3. Focus and Strategic Priorities
These clubs see women’s football as core to their brand future, not a side project. Look at Chelsea’s Emma Hayes era or City’s women’s program investments since 2012: there’s a long-term vision, not just short-term hype.
4. Is It Just Coincidence?
Not really. Talent follows opportunity. Top players want to compete for trophies, train at elite facilities, and play Champions League football. The concentration of quality is self-reinforcing.
Cultural and Emotional Relevance
In a world where women’s football is finally shaking free of old stereotypes, the WSL should represent possibility. Instead, if four teams dominate year after year, it risks sending a different message: that only the rich clubs win. It’s the same grim familiarity that’s turned many younger fans off the men’s Premier League.
Younger fans in particular value authenticity and fair competition. If the WSL fails to nurture a more open playing field, it could lose touch with its most important growth audience.
Perspective: A Fresh Take
This isn’t an attack on excellence. Greatness deserves celebration. What’s needed is systemic support and focus so that excellence can emerge from more places.
The WSL must think long-term:
- More equitable distribution of prize money.
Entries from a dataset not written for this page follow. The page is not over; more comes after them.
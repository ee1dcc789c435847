package main

import (
	"bytes"
	"errors"
	"flag"
	"fmt"
	"io"
	"math"
	"os"
	"runtime/debug"
	"slices"
	"strconv"
	"strings"
	"time"

	"tandem/blind/protocol"
	"tandem/compare/events"
	"tandem/compare/table"
	"tandem/report"
	"tandem/report/outfile"
)

const syncHelp = `Usage:
    tandem sync A B --key COL[,COL…] [flags]
    tandem sync merge SUMMARY… [--format F] [-o FILE] [--overlap-out FILE]

Matches the events of two event tables by their key columns, compares the
variables of the common events within tolerance, and compares the two cut
flows with McNemar's exact test on the events one chain keeps and the other
drops. A and B are CSV or TSV files (header row), Parquet files (.parquet)
or ROOT trees (file.root:tree, file.root:dir/tree).

Variables: --var names them (repeatable); otherwise every numeric or
boolean column both tables have that is not a key or a cut (booleans may be
spelt 1/0, true/false in any case, or T/F, and count as 1 and 0).
Tolerance per variable: --tol NAME=ABS[,REL] means
|a-b| <= max(ABS, REL*max(|a|,|b|)). The default, ABS 0 and REL 1e-5, is set
by what chains store: float32 keeps a relative unit roundoff of 2^-24
(about 6e-8), and two values printed to 6 significant digits differ by up
to one unit in the sixth digit (1e-5 of the value). Values printed with a
fixed number of decimals need an ABS for their last decimal; chains that
must agree to float64 rounding can ask for --tol NAME=0,1e-12.

Output: text on stdout, or --format text|json|markdown|junit|html; with
-o FILE the extension chooses the format (.txt .json .md .xml .html), and
a --format that contradicts it is refused.

Unsorted tables (events in processing order) are hash-partitioned on the
key: --mem MB of rows stay in memory (default 256; the process stays
within about MB + 64), the rest goes to --temp-dir and is removed
afterwards. The report says whether the tables were sorted and how much
spilled. A long run shows its progress on stderr when stderr is a
terminal.
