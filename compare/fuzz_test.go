package compare

import (
	"math"
	"tandem/compare/fuzzseed"
	"testing"

	"github.com/BurntSushi/toml"
)

// FuzzOptionsTOML: decoding a protocol column's options never panics; what
// decodes and validates has every correlation in [-1, 1] or a column name,
// and survives a TOML round trip of its correlations. The command-line
// form of a correlation (ParseRho) is fuzzed on the same inputs.
func FuzzOptionsTOML(f *testing.F) {
	for _, b := range fuzzseed.Load(f, "options-*.toml") {
		f.Add(string(b))
	}
	f.Add("0.5")
	f.Add("rho_stat")
	f.Fuzz(func(t *testing.T, doc string) {
		if r, err := ParseRho(doc); err == nil {
			if r.Column == "" && !(r.Value >= -1 && r.Value <= 1) {
				t.Fatalf("ParseRho(%q) accepted %v", doc, r.Value)
			}
		}
		o := Defaults()
		if _, err := toml.Decode(doc, &o); err != nil {
			return
		}
		if err := o.Validate(); err != nil {
			return
		}
		for _, r := range append([]Rho{o.Default}, mapValues(o.Correlations)...) {
			if r.Column == "" && (math.IsNaN(r.Value) || math.Abs(r.Value) > 1) {
				t.Fatalf("validated correlation %v", r)
			}
		}
		b, err := toml.Marshal(map[string]any{"correlations": o.Correlations})
		if err != nil {
			t.Fatalf("encoding %v: %v", o.Correlations, err)
		}
		var back struct{ Correlations map[string]Rho }
		if _, err := toml.Decode(string(b), &back); err != nil {
			t.Fatalf("re-decoding %q: %v", b, err)
		}
		for k, v := range o.Correlations {
			if back.Correlations[k] != v {
				t.Fatalf("round trip of %q: %v became %v", k, v, back.Correlations[k])
			}
		}
	})
}

func mapValues(m map[string]Rho) []Rho {
	var out []Rho
	for _, v := range m {
		out = append(out, v)
	}
	return out
}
- Salary floors and squad caps.
- Continued insistence that every WSL club meets minimum investment standards.
- Championing all clubs and their players no matter their standings.
And fans, too, have a role to play. Supporting your local side – even if they aren’t winning silverware – keeps the ecosystem healthy.

Some clubs on the official WSL website are missing player photos. Not good, WSL.
Conclusion
The dominance of Chelsea, Arsenal, City, and United in the Women’s Super League isn’t a fluke – it’s a feature of where investment and infrastructure meet ambition. But if the league wants to keep rising, it needs to ensure the ladder isn’t pulled up behind them.
Otherwise, the WSL risks becoming a castle with four kings – and not much of a kingdom.